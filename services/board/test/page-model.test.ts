// The page's model modules are plain browser JavaScript with no DOM in them, so they load in node
// as they are. Typed here by hand: the page ships no declarations, and needs none.
import { describe, expect, it } from 'vitest';

interface Entry {
  key: string;
  kind: 'node' | 'group' | 'placeholder';
  label: string;
  depth: number;
  parent: Entry | null;
  children: Entry[];
  expanded: boolean;
  moveDir: Int8Array;
  moveAt: Float64Array;
}
interface TreeCtor {
  new (): {
    apply(msg: object, at: number): Entry;
    rows(): Entry[];
    expandTo(d: number): void;
    toggle(e: Entry, open?: boolean): boolean;
    byKey: Map<string, Entry>;
    clear(): void;
  };
}
const model = (await import('../static/js/model.js' as string)) as {
  NodeTree: TreeCtor;
  keyOf(d: object): string;
  dimsOf(k: string): Record<string, string>;
};
const limits = (await import('../static/js/limits.js' as string)) as {
  utilizationOf(v: number, max?: number, min?: number): number;
  LimitBook: new () => {
    onAlert(a: object): void;
    onExposure(e: object): void;
    setView(v: object): void;
    ranked(): {
      limitId: string;
      utilization: number;
      level: string;
      assumed: boolean;
      max?: number;
      min?: number;
    }[];
  };
};
const format = (await import('../static/js/format.js' as string)) as {
  compact(v: number | null): string;
  clockTime(s: string): string;
};
const history = (await import('../static/js/history.js' as string)) as {
  Series: new (
    cap: number,
    gap: number,
  ) => { add(t: number, v: object): void; t: number[]; minGapMs: number };
};

const exposure = (nodeKey: string, pv = 0, extra: object = {}) => ({
  type: 'exposure',
  nodeKey,
  pv,
  pnl: 0,
  delta: null,
  cashDelta: 0,
  gamma: null,
  cashGamma: 0,
  vega: 0,
  theta: 0,
  rho: 0,
  positions: 1,
  unpriced: {},
  stale: false,
  asOf: '2026-03-02T14:30:00Z',
  ...extra,
});

describe('node keys', () => {
  it('follow the contract order desk, book, underlying, tenor, and firm when empty (contract-v1.md, exposure)', () => {
    expect(model.keyOf({ underlying: 'NIMBUS', desk: 'VOLATILITY' })).toBe(
      'desk=VOLATILITY/underlying=NIMBUS',
    );
    expect(model.keyOf({})).toBe('firm');
    expect(model.dimsOf('desk=VOLATILITY/book=INDEX-1/underlying=NIMBUS/tenor=31-90d')).toEqual({
      desk: 'VOLATILITY',
      book: 'INDEX-1',
      underlying: 'NIMBUS',
      tenor: '31-90d',
    });
  });
});

describe('NodeTree', () => {
  it('hangs the natural chain firm > desk > book > underlying > tenor and groups the cross-cuts', () => {
    const t = new model.NodeTree();
    for (const k of [
      'firm',
      'desk=ORCA',
      'desk=ORCA/book=ORCA-1',
      'desk=ORCA/book=ORCA-1/underlying=TERN',
      'underlying=TERN',
      'underlying=TERN/tenor=0-30d',
      'desk=ORCA/underlying=TERN',
      'tenor=366d+',
      'tenor=181-365d',
      'tenor=31-90d',
      'tenor=0-30d',
    ]) {
      t.apply(exposure(k), 0);
    }
    const parentOf = (k: string) => t.byKey.get(k)!.parent!.key;
    expect(parentOf('desk=ORCA/book=ORCA-1/underlying=TERN')).toBe('desk=ORCA/book=ORCA-1');
    expect(parentOf('underlying=TERN')).toBe('firm#by-underlying');
    expect(parentOf('underlying=TERN/tenor=0-30d')).toBe('underlying=TERN');
    expect(parentOf('desk=ORCA/underlying=TERN')).toBe('desk=ORCA#by-underlying');
    // Tenor buckets in time order; by name '181-365d' would come before '31-90d'.
    expect(t.byKey.get('firm#by-tenor')!.children.map((c) => c.label)).toEqual([
      '0-30d',
      '31-90d',
      '181-365d',
      '366d+',
    ]);
    // Natural children before the groups.
    expect(t.byKey.get('firm')!.children.map((c) => c.key)).toEqual([
      'desk=ORCA',
      'firm#by-underlying',
      'firm#by-tenor',
    ]);
  });

  it('keeps a placeholder for a parent the engine does not publish, until it does', () => {
    const t = new model.NodeTree();
    t.apply(exposure('desk=ORCA/book=ORCA-2/underlying=SKUA'), 0);
    expect(t.byKey.get('desk=ORCA/book=ORCA-2')!.kind).toBe('placeholder');
    t.apply(exposure('desk=ORCA/book=ORCA-2'), 0);
    expect(t.byKey.get('desk=ORCA/book=ORCA-2')!.kind).toBe('node');
  });

  it('records which way each metric moved and when, and nothing for an unchanged one', () => {
    const t = new model.NodeTree();
    t.apply(exposure('firm', 100, { vega: 5 }), 1);
    const e = t.apply(exposure('firm', 90, { vega: 5 }), 2);
    expect([e.moveDir[0], e.moveAt[0]]).toEqual([-1, 2]); // pv fell at t=2
    expect([e.moveDir[6], e.moveAt[6]]).toEqual([0, 0]); // vega unchanged
  });

  it('lists only rows under open parents and remembers what was open across a fresh state', () => {
    const t = new model.NodeTree();
    for (const k of ['firm', 'desk=A', 'desk=A/book=A1', 'desk=B']) t.apply(exposure(k), 0);
    expect(t.rows().map((r) => r.key)).toEqual(['firm', 'desk=A', 'desk=B']);
    t.toggle(t.byKey.get('desk=A')!, true);
    expect(t.rows().map((r) => r.key)).toEqual(['firm', 'desk=A', 'desk=A/book=A1', 'desk=B']);
    t.clear();
    for (const k of ['firm', 'desk=A', 'desk=A/book=A1']) t.apply(exposure(k), 0);
    expect(t.rows().map((r) => r.key)).toEqual(['firm', 'desk=A', 'desk=A/book=A1']);
  });
});

describe('limit bars', () => {
  it('use the contract utilization rule (contract-v1.md, alert: 262000 / 250000 = 1.048)', () => {
    expect(limits.utilizationOf(262000, 250000, -250000)).toBeCloseTo(1.048, 12);
    expect(limits.utilizationOf(-100, 250000, undefined)).toBe(0);
  });

  it('learn a limit from its first alert, mark the bounds assumed, and move its value with the node', () => {
    const b = new limits.LimitBook();
    b.onAlert({
      type: 'alert',
      alertId: 'L#1',
      limitId: 'L',
      nodeKey: 'desk=ORCA',
      metric: 'vega',
      value: 210,
      bound: 250,
      utilization: 0.84,
      severity: 'warning',
      previous: 'ok',
      state: 'raised',
      ts: '2026-03-02T14:30:00Z',
    });
    b.onExposure(exposure('desk=ORCA', 0, { vega: 125 }));
    expect(b.ranked()[0]).toMatchObject({
      limitId: 'L',
      utilization: 0.5,
      level: 'warning',
      assumed: true,
      max: 250,
    });
    b.setView({
      limitId: 'L',
      nodeKey: 'desk=ORCA',
      metric: 'vega',
      max: 250,
      min: -200,
      warnAt: 0.8,
      hysteresis: 0.05,
      value: -100,
      utilization: 0.5,
      level: 'ok',
    });
    b.onExposure(exposure('desk=ORCA', 0, { vega: -150 }));
    expect(b.ranked()[0]).toMatchObject({ utilization: 0.75, assumed: false });
  });
});

describe('figures and times', () => {
  it('print short with a true minus sign, and a dash for a metric the node does not define', () => {
    expect(format.compact(1_234_567)).toBe('1.23M');
    expect(format.compact(-45_600)).toBe('\u221245.6k');
    expect(format.compact(812.4)).toBe('812');
    expect(format.compact(0.012345)).toBe('0.0123');
    expect(format.compact(null)).toBe('\u2013');
    expect(format.clockTime('2026-03-02T14:30:00.125Z')).toBe('14:30:00.125Z');
  });
});

describe('session series', () => {
  it('stays bounded: when full it keeps every other point and samples half as often', () => {
    const s = new history.Series(8, 10);
    for (let t = 0; t < 200; t += 10) s.add(t, { pv: t });
    expect(s.t.length).toBeLessThan(8);
    expect(s.t[0]).toBe(0);
    expect(s.t.at(-1)).toBe(190);
    expect(s.minGapMs).toBeGreaterThan(10);
  });
});
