describe('vol-surface', () => {
  it('accepts the contract example and a flat surface (one expiry, one strike)', () => {
    expect(ok(surfaceEx)).toEqual(surfaceEx);
    ok({ ...surfaceEx, expiries: [surfaceEx.expiries[0]], strikes: [100], vols: [[0.2]] });
  });
  it('checks every vol: finite, > 0 and <= 10', () => {
    const vols = (i: number, j: number, v: unknown) =>
      surfaceEx.vols.map((row, a) => row.map((x, b) => (a === i && b === j ? v : x)));
    expect(reason({ ...surfaceEx, vols: vols(1, 3, 0) })).toBe(
      'vol-surface.vols[1][3] must be > 0 and <= 10',
    );
    expect(reason({ ...surfaceEx, vols: vols(0, 4, 10.5) })).toBe(
      'vol-surface.vols[0][4] must be > 0 and <= 10',
    );
    expect(reason({ ...surfaceEx, vols: vols(0, 0, null) })).toBe('vol-surface.vols[0][0] must be a number');
    ok({ ...surfaceEx, vols: vols(0, 0, 10) });
  });
  it('checks the shape against expiries x strikes', () => {
    expect(reason({ ...surfaceEx, vols: [surfaceEx.vols[0]] })).toBe(
      'vol-surface.vols must have one row per expiry (2), got 1',
    );
    expect(reason({ ...surfaceEx, vols: [surfaceEx.vols[0], [0.2, 0.2, 0.2, 0.2]] })).toBe(
      'vol-surface.vols[1] must have one vol per strike (5), got 4',
    );
  });
  it('needs strictly increasing strikes and expiries', () => {
    expect(reason({ ...surfaceEx, strikes: [80, 90, 90, 110, 120] })).toBe(
      'vol-surface.strikes must be strictly increasing (strikes[2] = 90 is not above strikes[1] = 90)',
    );
    expect(reason({ ...surfaceEx, expiries: [surfaceEx.expiries[1], surfaceEx.expiries[0]] })).toBe(
      'vol-surface.expiries must be strictly increasing (expiries[1] = "2026-03-20T20:00:00Z" is not above expiries[0] = "2026-06-19T20:00:00Z")',
    );
    expect(reason({ ...surfaceEx, strikes: [0, 90, 100, 110, 120] })).toBe(
      'vol-surface.strikes[0] must be > 0',
    );
    expect(reason({ ...surfaceEx, strikes: [], vols: [[], []] })).toBe(
      'vol-surface.strikes must list at least one strike',
    );
    expect(reason({ ...surfaceEx, expiries: ['2026-06-31T20:00:00Z', '2026-07-19T20:00:00Z'] })).toBe(
      'vol-surface.expiries[0] must be a real date and time (got "2026-06-31T20:00:00Z")',
    );
  });
});

describe('curve', () => {
  it('accepts the contract example', () => {
    expect(ok(curveEx)).toEqual(curveEx);
    ok({ ...curveEx, tenors: [1], zeroRates: [-0.0075] }); // negative rates exist (CHF, JPY): common practice
  });
  it('rejects with the field named', () => {
    expect(reason({ ...curveEx, tenors: [0.25, 0.5, 0.5, 2, 5] })).toBe(
      'curve.tenors must be strictly increasing (tenors[2] = 0.5 is not above tenors[1] = 0.5)',
    );
    expect(reason({ ...curveEx, tenors: [0, 0.5, 1, 2, 5] })).toBe('curve.tenors[0] must be > 0');
    expect(reason({ ...curveEx, zeroRates: [0.043, 0.042] })).toBe(
      'curve.zeroRates must have one rate per tenor (5), got 2',
    );
    expect(reason({ ...curveEx, zeroRates: [4.3, 0.042, 0.04, 0.038, 0.037] })).toBe(
      'curve.zeroRates[0] must be a decimal between -1 and 1 (0.04 = 4%)',
    );
    expect(reason({ ...curveEx, currency: 'DOLLAR' })).toBe(
      'curve.currency must be a three-letter upper-case currency code',
    );
    expect(reason({ ...curveEx, tenors: [], zeroRates: [] })).toBe(
      'curve.tenors must list at least one tenor',
    );
  });
});

describe('trade', () => {
  const opt = tradeEx.instrument;
  it('accepts the contract example, amend and a bare cancel', () => {
    expect(ok(tradeEx)).toEqual(tradeEx);
    ok({ ...tradeEx, action: 'amend', version: 2, book: 'INDEX-2' });
    const cancel = {
      type: 'trade',
      tradeId: 'T-000017',
      version: 3,
      action: 'cancel',
      underlying: 'NIMBUS',
      ts: TS,
    };
    expect(ok(cancel)).toEqual(cancel);
    // A cancel's other fields are not needed and not kept.
    expect(ok({ ...tradeEx, action: 'cancel', version: 3 })).toEqual(cancel);
  });
  it('applies instrument defaults: payoff vanilla, multiplier 1', () => {
    const m = ok({
      ...tradeEx,
      instrument: { kind: 'option', right: 'put', strike: 95, expiry: '2026-06-19T20:00:00Z' },
    });
    expect(m.type === 'trade' && m.action !== 'cancel' && m.instrument).toEqual({
      kind: 'option',
      right: 'put',
      payoff: 'vanilla',
      strike: 95,
      expiry: '2026-06-19T20:00:00Z',
      multiplier: 1,
    });
    const lin = ok({ ...tradeEx, instrument: { kind: 'linear' }, price: 101 });
    expect(lin.type === 'trade' && lin.action !== 'cancel' && lin.instrument).toEqual({
      kind: 'linear',
      multiplier: 1,
    });
  });
  it('accepts digitals', () => {
    ok({ ...tradeEx, instrument: { ...opt, payoff: 'cash-digital', cashAmount: 1000 } });
    ok({ ...tradeEx, instrument: { ...opt, payoff: 'asset-digital' } });
    ok({ ...tradeEx, instrument: { ...opt, exercise: 'european' } });
  });
  it('rejects with the field named', () => {
    expect(reason({ ...tradeEx, instrument: { ...opt, strike: -100 } })).toBe(
      'trade.instrument.strike must be > 0',
    );
    expect(reason({ ...tradeEx, instrument: { ...opt, right: 'straddle' } })).toBe(
      'trade.instrument.right must be one of call, put',
    );
    expect(reason({ ...tradeEx, instrument: { ...opt, payoff: 'barrier' } })).toBe(
      'trade.instrument.payoff must be one of vanilla, cash-digital, asset-digital',
    );
    expect(reason({ ...tradeEx, instrument: { ...opt, expiry: '2026-06-19' } })).toBe(
      'trade.instrument.expiry must be an ISO-8601 UTC timestamp with Z, like 2026-03-02T14:30:00.125Z',
    );
    expect(reason({ ...tradeEx, instrument: { ...opt, multiplier: 0 } })).toBe(
      'trade.instrument.multiplier must be > 0',
    );
    expect(reason({ ...tradeEx, instrument: { ...opt, payoff: 'cash-digital' } })).toBe(
      'trade.instrument.cashAmount is required (> 0) for payoff cash-digital',
    );
    expect(reason({ ...tradeEx, instrument: { ...opt, payoff: 'cash-digital', cashAmount: 0 } })).toBe(
      'trade.instrument.cashAmount must be > 0',
    );
    expect(reason({ ...tradeEx, instrument: { ...opt, cashAmount: 5 } })).toBe(
      'trade.instrument.cashAmount applies only to payoff cash-digital (got payoff vanilla)',
    );
    expect(reason({ ...tradeEx, instrument: { ...opt, exercise: 'american' } })).toBe(
      'trade.instrument.exercise must be european (the only exercise style in v1)',
    );
    expect(reason({ ...tradeEx, instrument: { kind: 'swap' } })).toBe(
      'trade.instrument.kind must be one of option, linear',
    );
    expect(reason({ ...tradeEx, instrument: undefined })).toBe('trade.instrument is required');
    expect(reason({ ...tradeEx, version: 0 })).toBe('trade.version must be an integer >= 1');
    expect(reason({ ...tradeEx, version: 1.5 })).toBe('trade.version must be an integer >= 1');
    expect(reason({ ...tradeEx, version: '1' })).toBe('trade.version must be a number');
    expect(reason({ ...tradeEx, action: 'close' })).toBe('trade.action must be one of new, amend, cancel');
    expect(reason({ ...tradeEx, quantity: '25' })).toBe('trade.quantity must be a number');
    expect(reason({ ...tradeEx, price: -1 })).toBe('trade.price must be >= 0');
    expect(reason({ ...tradeEx, desk: 'VOL DESK' })).toBe(
      "trade.desk must be 1 to 64 characters without spaces, '/' or '='",
    );
    expect(reason({ ...tradeEx, book: 'a=b' })).toBe(
      "trade.book must be 1 to 64 characters without spaces, '/' or '='",
    );
    expect(reason({ ...tradeEx, tradeId: '' })).toBe(
      'trade.tradeId must be 1 to 128 characters without spaces',
    );
    expect(reason({ type: 'trade', tradeId: 'T-1', version: 2, action: 'cancel', ts: TS })).toBe(
      'trade.underlying is required',
    );
  });
});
-.-.-
### [WORK TO BE COMPLETED]
Look through the listing, and copy each line that contains the word "groups".

### [RESPONSE TO THIS EXERCISE]
  it('hangs the natural chain firm > desk > book > underlying > tenor and groups the cross-cuts', () => {
    // Natural children before the groups.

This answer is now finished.